Los berridos del niño en la casa vecina son molestos, sobre todo porque suelen prolongarse mientras la joven madre no ceda a los caprichos del nene, quien deberá aprender a enfrentar la frustración de otras maneras; rudo proceso por el que pasan todos. Sin embargo, te has acostumbrado a ese llanto instrumental y engañoso, y lo escuchas como si fuera el pájaro que canta en el árbol. Sabes que más al rato el mismo escuincle correrá por el jardín con el tilingo al aire y risa encantadora. Te preocupan otros llantos. Son estos últimos los que te han pintado esta mañana una omega en el entrecejo.

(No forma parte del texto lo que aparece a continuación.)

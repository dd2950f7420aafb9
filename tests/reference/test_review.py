"""Findings and sentences against plain calls of the property library and calculations by hand."""

from __future__ import annotations

import pytest
from CoolProp.CoolProp import PropsSI

from unit.check_tools import ask, number, refusal, said

ATMOSPHERE = 101325.0
DATUMS = ("iir", "ashrae", "nbp")


def r134a(output: str, pressure: float, celsius: float) -> float:
    return float(PropsSI(output, "P", pressure, "T", celsius + 273.15, "R134a"))


@pytest.mark.parametrize("datum", DATUMS)
def test_pump_inlet_follows_from_its_outlet(datum: str) -> None:
    """By hand: liquid hardly gives way, so its enthalpy rises by v dp / efficiency."""
    found = ask(
        "component", "R-717", datum=datum, component="pump", inlet="2 bar g", outlet="5 bar g, -12 C",
        isentropic_efficiency="60 %", mass_flow="1 kg/s",
    )  # fmt: skip
    density = PropsSI("D", "P", 2e5 + ATMOSPHERE, "T", 261.05, "Ammonia")
    # The density changes by less than 0.1 % on the way.
    assert number(found, "power_to_refrigerant") == pytest.approx(3e5 / density / 0.6, rel=2e-3)
    assert found.findings["inlet_region"] == "subcooled liquid"


def test_readings_that_disagree_are_told_with_their_sign() -> None:
    found = ask(
        "component", "R-134a", component="compressor", inlet="2 bar abs, 0 C", outlet="8 bar abs, 60 C",
        mass_flow="0.05 kg/s", electrical_power="3 kW", motor_efficiency="90 %", isentropic_efficiency="50 %",
    )  # fmt: skip
    first, second = r134a("H", 2e5, 0), r134a("H", 8e5, 60)
    ideal = PropsSI("H", "P", 8e5, "S", r134a("S", 2e5, 0), "R134a") - first
    electrical = 100 * (3000 * 0.9 / (0.05 * (second - first)) - 1)
    efficiency = 100 * (ideal / (second - first) / 0.5 - 1)
    assert electrical > 0
    assert efficiency > 0
    assert f"motor and drive efficiency is {electrical:+.1f} % off the power to the refrigerant" in said(found)
    assert f"the isentropic efficiency by the states is {efficiency:+.1f} % off the one typed" in said(found)


@pytest.mark.parametrize("datum", DATUMS)
def test_two_enthalpies_are_told_apart_without_the_datum(datum: str) -> None:
    refused = refusal(
        "component", "R-134a", datum=datum, component="expansion", inlet="8 bar abs, 25 C", outlet="2 bar abs, x 0.2"
    )
    apart = (PropsSI("H", "P", 2e5, "Q", 0.2, "R134a") - r134a("H", 8e5, 25)) / 1e3
    assert f"the outlet enthalpy typed is {apart:+.2f} kJ/kg off the inlet's" in refused.message


def test_liquid_suction_exchanger_with_both_sides_measured() -> None:
    found = ask(
        "component", "R-134a", component="liquid-suction", inlet="10 bar abs, 35 C", outlet="10 bar abs, 28 C",
        suction_inlet="2.5 bar abs, 0 C", suction_outlet="2.5 bar abs, 15 C", mass_flow="0.1 kg/s",
    )  # fmt: skip
    given = r134a("H", 10e5, 35) - r134a("H", 10e5, 28)
    taken = r134a("H", 2.5e5, 15) - r134a("H", 2.5e5, 0)
    assert found.unresolved is None
    assert number(found, "heat_exchanged") == pytest.approx(0.1 * given, rel=1e-6)
    assert number(found, "effectiveness") == pytest.approx(15 / 35, rel=1e-9)
    off = f"{100 * (taken / given - 1):+.1f} %"
    assert f"heat taken up by the suction gas is {off} off the heat given off by the liquid" in said(found)


def test_motor_above_one_is_not_blamed_on_the_shell() -> None:
    found = ask(
        "component", "R-134a", component="compressor", inlet="2 bar abs, 0 C", outlet="8 bar abs, 60 C",
        power="3 kW", electrical_power="2 kW",
    )  # fmt: skip
    assert number(found, "motor_efficiency") == pytest.approx(1.5, rel=1e-12)
    assert found.remarks["motor_efficiency"].text == "above 100 % cannot be: a reading is wrong"


def test_vacuum_at_the_suction_gauge_is_told_although_the_clamp_is_above_atmosphere() -> None:
    found = ask(
        "superheat",
        "R-134a",
        suction_pressure="-0.05 bar g",
        suction_pressure_drop="0.1 bar",
        suction_temperature="-15 C",
    )
    dew = PropsSI("T", "P", ATMOSPHERE + 5e3, "Q", 1, "R134a")
    assert number(found, "superheat") == pytest.approx(258.15 - dew, abs=1e-6)
    assert "Suction is below the atmosphere" in said(found)
    assert found.remarks["saturated_suction_temperature"].text == "at the pipe clamp"


def test_suction_above_the_critical_point_is_no_gas_cooler() -> None:
    found = ask("superheat", "R-744", suction_pressure="80 bar g", discharge_pressure="100 bar g")
    said_of_suction = next(note.text for note in found.notes if note.text.startswith("Suction"))
    assert "gas cooler" not in said_of_suction
    assert "no superheat" in said_of_suction


def test_a_fan_between_the_readings_is_part_of_the_sensible_heat() -> None:
    """By hand with the ideal-gas formulas of the ASHRAE Handbook, chapter on psychrometrics; within 1 % of real gas.

    27 °C with a wet bulb of 19.5 °C to 13 °C at 95 %, one cubic metre per second at the inlet.
    """
    found = ask(
        "stream", "", medium="air", inlet="27 C", inlet_wet_bulb="19.5 C", outlet="13 C",
        outlet_relative_humidity="95 %", flow="3600 m3/h", fan_or_pump_heat="1 kW",
    )  # fmt: skip
    # Saturation pressures of water at 19.5 and 13 °C [kPa], steam tables, from memory.
    bulb = 0.62198 * 2.2678 / (101.325 - 2.2678)
    entering = ((2501 - 2.326 * 19.5) * bulb - 1.006 * 7.5) / (2501 + 1.86 * 27 - 4.186 * 19.5)
    leaving = 0.62198 * 0.95 * 1.4981 / (101.325 - 0.95 * 1.4981)
    flow = 101.325 / (0.287042 * 300.15 * (1 + 1.607858 * entering))
    sensible = flow * (1.006 + 1.86 * leaving) * 14 + 1
    latent = flow * (entering - leaving) * (2501 + 1.86 * 27 - 4.186 * 13)
    assert number(found, "sensible_heat") / 1e3 == pytest.approx(sensible, rel=0.01)
    assert number(found, "latent_heat") / 1e3 == pytest.approx(latent, rel=0.02)
    whole = number(found, "sensible_heat") + number(found, "latent_heat")
    assert whole == pytest.approx(number(found, "heat_rejected"), rel=1e-12)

El día anterior habías decidido desconectarte del mundo, hundirte en la frágil paz de un estado meditativo y escribir haikús en busca de un verso poderoso que retratara el estado de tu alma. El llanto de Leo, el pelirrojo chillón de al lado, no te impediría intentarlo, a menos que su madre, desesperada, le gritara como a menudo suele hacerlo: “¡Leobardo!, ¡que te metas a la casa con una chingada!”, con el consecuente llanto ininterrumpido durante una hora. Más que el llanto, te molesta la palabra de vibraciones tan bajas (ni hablar, estos días andas pudibundo) que sí es capaz de sacarte de tu nimbo espiritual. Hoy no hay tal grito histérico; es más, ni siquiera ha venido a tu calle el camión del gas con su sirena insoportable e innecesaria. A pesar de eso, no logras la paz tan codiciada porque las noticias no son buenas, las últimas te han calado hondo, son de esas que cuentan tragedias de personas que has querido, tocado, escuchado de cerca, y que ahora ya no están en este plano físico.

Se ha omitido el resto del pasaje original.